◆ **YOUR ASSIGNMENT**: Transcribe only the lines between the first line of the records and the line containing "#: Columns of", inclusive, exactly as written.

◆ **EXTRACTED DATA**:
_ _ _ _ _

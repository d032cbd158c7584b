"""Scenarios that did not solve: their status, and the relaxation table read in each limit's unit.

An :class:`~trimtab.errors.InfeasibleError` carries the conflict set (the key paths of the limits that
cannot all hold together), shown first, and a relaxation table: one row per limit to move, grouped in
numbered options that each restore feasibility alone (``together`` when only a joint move does):
option, constraint (key path), kind, side, limit, needed, relax_by, unit, numbers in the scenario's
own units (fractions of NAV, annualised volatility, fraction of ADV). A
:class:`~trimtab.errors.SolverError` carries only its message. The writers show the table formatted
by unit (weights as % of NAV, annualised volatility as %) and keep the raw numbers in CSV and JSON.
"""

from __future__ import annotations

import math
from collections.abc import Mapping
from dataclasses import dataclass
from typing import Any

import pandas as pd

from trimtab._format import compact_limits
from trimtab.errors import InfeasibleError, SolverError

#: Columns of a relaxation table, in display order.
RELAXATION_COLUMNS = ("option", "constraint", "side", "limit", "needed", "relax_by", "unit")
#: Numeric columns of a relaxation table, all in the row's unit.
RELAXATION_NUMBERS = ("limit", "needed", "relax_by")
#: Conflicting limits named one by one in the sentence above the table; the rest are counted.
MAX_NAMED = 5


@dataclass(frozen=True, eq=False)
class Unsolved:
    """A scenario that ended in an infeasibility or a solver failure instead of a result."""

    status: str
    message: str
    relaxation: pd.DataFrame
    #: the conflict set: key paths of the limits that cannot all hold together
    conflict: tuple[str, ...] = ()
    #: one sentence per limit of the conflict set: how far it alone must move, or why that is not enough
    reasons: tuple[str, ...] = ()


def is_unsolved(value: Any) -> bool:
    """True for the errors a comparison may hold instead of a result."""
    return isinstance(value, (InfeasibleError, SolverError))


def unsolved(error: InfeasibleError | SolverError) -> Unsolved:
    """The status (``infeasible`` or ``solver failure``), message and relaxation table of an error."""
    table = getattr(error, "relaxation", None)
    table = table if isinstance(table, pd.DataFrame) else pd.DataFrame(columns=list(RELAXATION_COLUMNS))
    status = "infeasible" if isinstance(error, InfeasibleError) else "solver failure"
    text = str(error).strip().splitlines()[0] if str(error).strip() else status
    # The optimizer starts its message with the scenario file's path; a report names the scenario
    # itself, and the path may be a temporary folder that no longer exists.
    head, sep, rest = text.partition(": ")
    if sep and head.endswith((".yaml", ".yml")):
        text = rest
    conflict = tuple(getattr(error, "conflict", None) or ())
    reasons = tuple(getattr(error, "reasons", None) or ())
    return Unsolved(status=status, message=text, relaxation=table.reset_index(drop=True), conflict=conflict, reasons=reasons)


def conflict_sentence(failure: Unsolved | InfeasibleError) -> str:
    """``These limits cannot all hold: A, B.`` (the first line shown for an infeasible scenario)."""
    conflict = failure.conflict if isinstance(failure, Unsolved) else tuple(getattr(failure, "conflict", None) or ())
    if not conflict:
        return "The optimizer found no set of conflicting limits for this infeasible scenario."
    reasons = failure.reasons if isinstance(failure, Unsolved) else tuple(getattr(failure, "reasons", None) or ())
    why = (" " + " ".join(r.rstrip(".") + "." for r in reasons)) if reasons else ""
    return f"These limits cannot all hold: {compact_limits(conflict)}.{why}"


def split_subjects(subjects: Mapping[str, Any]) -> tuple[dict[str, Any], dict[str, Unsolved]]:
    """The solved subjects and the unsolved ones (by name, each in the mapping's order)."""
    solved: dict[str, Any] = {}
    failed: dict[str, Unsolved] = {}
    for name, value in subjects.items():
        if is_unsolved(value):
            failed[str(name)] = unsolved(value)
        else:
            solved[str(name)] = value
    return solved, failed


def format_in_unit(value: Any, unit: Any) -> str:
    """A relaxation number in its limit's unit.

    Weights (any unit starting with "weight") and shares of risk are fractions shown as percent of
    NAV with three decimals (-0.0006074 → "-0.061%"); an annualised volatility is shown as percent
    with three decimals; names and lots as whole numbers; exposures, beta and anything else with
    four significant digits. Missing or infinite values give "n/a".
    """
    try:
        number = float(value)
    except (TypeError, ValueError):
        return str(value)
    if not math.isfinite(number):
        return "n/a"
    kind = str(unit).lower()
    if kind.startswith("weight") or kind in ("share of risk", "annualised volatility", "volatility", "fraction", "fraction of adv"):
        text = f"{100.0 * number:.3f}%"
    elif kind in ("names", "lots", "count"):
        text = f"{number:,.0f}"
    else:
        text = f"{number:.4g}"
    # A negative number that rounds to zero reads as "-0.000%": drop the sign.
    if text.startswith("-") and not any(ch in "123456789" for ch in text.split("e")[0]):
        text = text[1:]
    return text


def unit_label(unit: Any) -> str:
    """How a formatted relaxation number reads: "% of NAV" for weights, "% a year" for volatility."""
    kind = str(unit).lower()
    if kind.startswith("weight"):
        return "% of NAV" + (kind[len("weight"):] and f" {kind[len('weight'):].strip()}")
    if kind in ("annualised volatility", "volatility"):
        return "% a year (volatility)"
    if kind == "share of risk":
        return "% of risk"
    if kind == "fraction of adv":
        return "% of daily volume"
    return str(unit)


def relaxation_rows(table: pd.DataFrame) -> tuple[list[str], list[dict[str, Any]]]:
    """The relaxation table's columns shown and its rows as raw values, each with its ``unit`` (the
    explore page's partial prints them with the ``in_unit``, ``unit_label`` and ``text`` filters, as
    :func:`display_relaxation` does)."""
    columns = [c for c in RELAXATION_COLUMNS if c in table.columns]
    units = table["unit"].tolist() if "unit" in table.columns else [""] * len(table)
    rows = [{**{c: record[c] for c in columns}, "unit": unit}
            for record, unit in zip(table.to_dict(orient="records"), units, strict=True)]
    return columns, rows


def display_relaxation(table: pd.DataFrame) -> pd.DataFrame:
    """The relaxation table as text, numbers in each row's unit (for the terminal and HTML)."""
    columns = [c for c in RELAXATION_COLUMNS if c in table.columns]
    out = pd.DataFrame(index=range(len(table)), columns=columns, dtype=object)
    units = table["unit"] if "unit" in table.columns else pd.Series([""] * len(table))
    for column in columns:
        values = table[column].tolist()
        if column in RELAXATION_NUMBERS:
            out[column] = [format_in_unit(v, u) for v, u in zip(values, units, strict=True)]
        elif column == "unit":
            out[column] = [unit_label(u) for u in values]
        else:
            out[column] = ["" if v is None or (isinstance(v, float) and math.isnan(v)) else str(v) for v in values]
    return out


_VERBS = {"upper": "raise", "max": "raise", "lower": "lower"}


def _option_text(rows: pd.DataFrame) -> str:
    """``raise constraints.turnover.max from 2.000% to 41.252%`` (per-asset options: the first few assets)."""
    first = rows.iloc[0]
    verb = _VERBS.get(str(first["side"]), "move")
    unit = first.get("unit", "")
    if len(rows) == 1:
        return f"{verb} {first['constraint']} from {format_in_unit(first['limit'], unit)} to {format_in_unit(first['needed'], unit)}"
    shown = [f"{r['constraint']} {format_in_unit(r['limit'], r.get('unit', ''))} → {format_in_unit(r['needed'], r.get('unit', ''))}"
             for _, r in rows.head(3).iterrows()]
    more = f" and {len(rows) - 3} more" if len(rows) > 3 else ""
    return f"move {len(rows)} limits ({'; '.join(shown)}{more})"


def relaxation_sentence(table: pd.DataFrame) -> str:
    """One sentence: the options that restore feasibility and how far each limit must move."""
    if table.empty or not {"constraint", "side", "limit", "needed"} <= set(table.columns):
        return "The optimizer gave no relaxation table for this infeasible scenario."
    if "option" not in table.columns:
        table = table.assign(option="together")
    options = list(dict.fromkeys(table["option"].astype(str)))
    texts = [_option_text(table[table["option"].astype(str) == o]) for o in options[:MAX_NAMED]]
    more = f"; or one of {len(options) - MAX_NAMED} more options in the table" if len(options) > MAX_NAMED else ""
    if options == ["together"]:
        return f"No single limit is enough; together: {texts[0]}."
    joint = ""
    if "together" in options:
        joint = f"; or all of them together: {_option_text(table[table['option'].astype(str) == 'together'])}"
        options = [o for o in options if o != "together"]
        texts = [_option_text(table[table["option"].astype(str) == o]) for o in options[:MAX_NAMED]]
    if len(options) == 1:
        return f"The smallest way out, every other limit as written: {texts[0]}{joint}."
    return "Any one of these alone restores feasibility, every other limit as written: " + "; or ".join(texts) + more + joint + "."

_ _ _ _ _

◆ **TASK RESULT**:
repository d032cbd158c7584b
"""Scenarios that did not solve: their status, and the relaxation table read in each limit's unit.

An :class:`~trimtab.errors.InfeasibleError` carries the conflict set (the key paths of the limits that
cannot all hold together), shown first, and a relaxation table: one row per limit to move, grouped in
numbered options that each restore feasibility alone (``together`` when only a joint move does):
option, constraint (key path), kind, side, limit, needed, relax_by, unit, numbers in the scenario's
own units (fractions of NAV, annualised volatility, fraction of ADV). A
:class:`~trimtab.errors.SolverError` carries only its message. The writers show the table formatted
by unit (weights as % of NAV, annualised volatility as %) and keep the raw numbers in CSV and JSON.
"""

from __future__ import annotations

import math
from collections.abc import Mapping
from dataclasses import dataclass
from typing import Any

import pandas as pd

from trimtab._format import compact_limits
from trimtab.errors import InfeasibleError, SolverError

#: Columns of a relaxation table, in display order.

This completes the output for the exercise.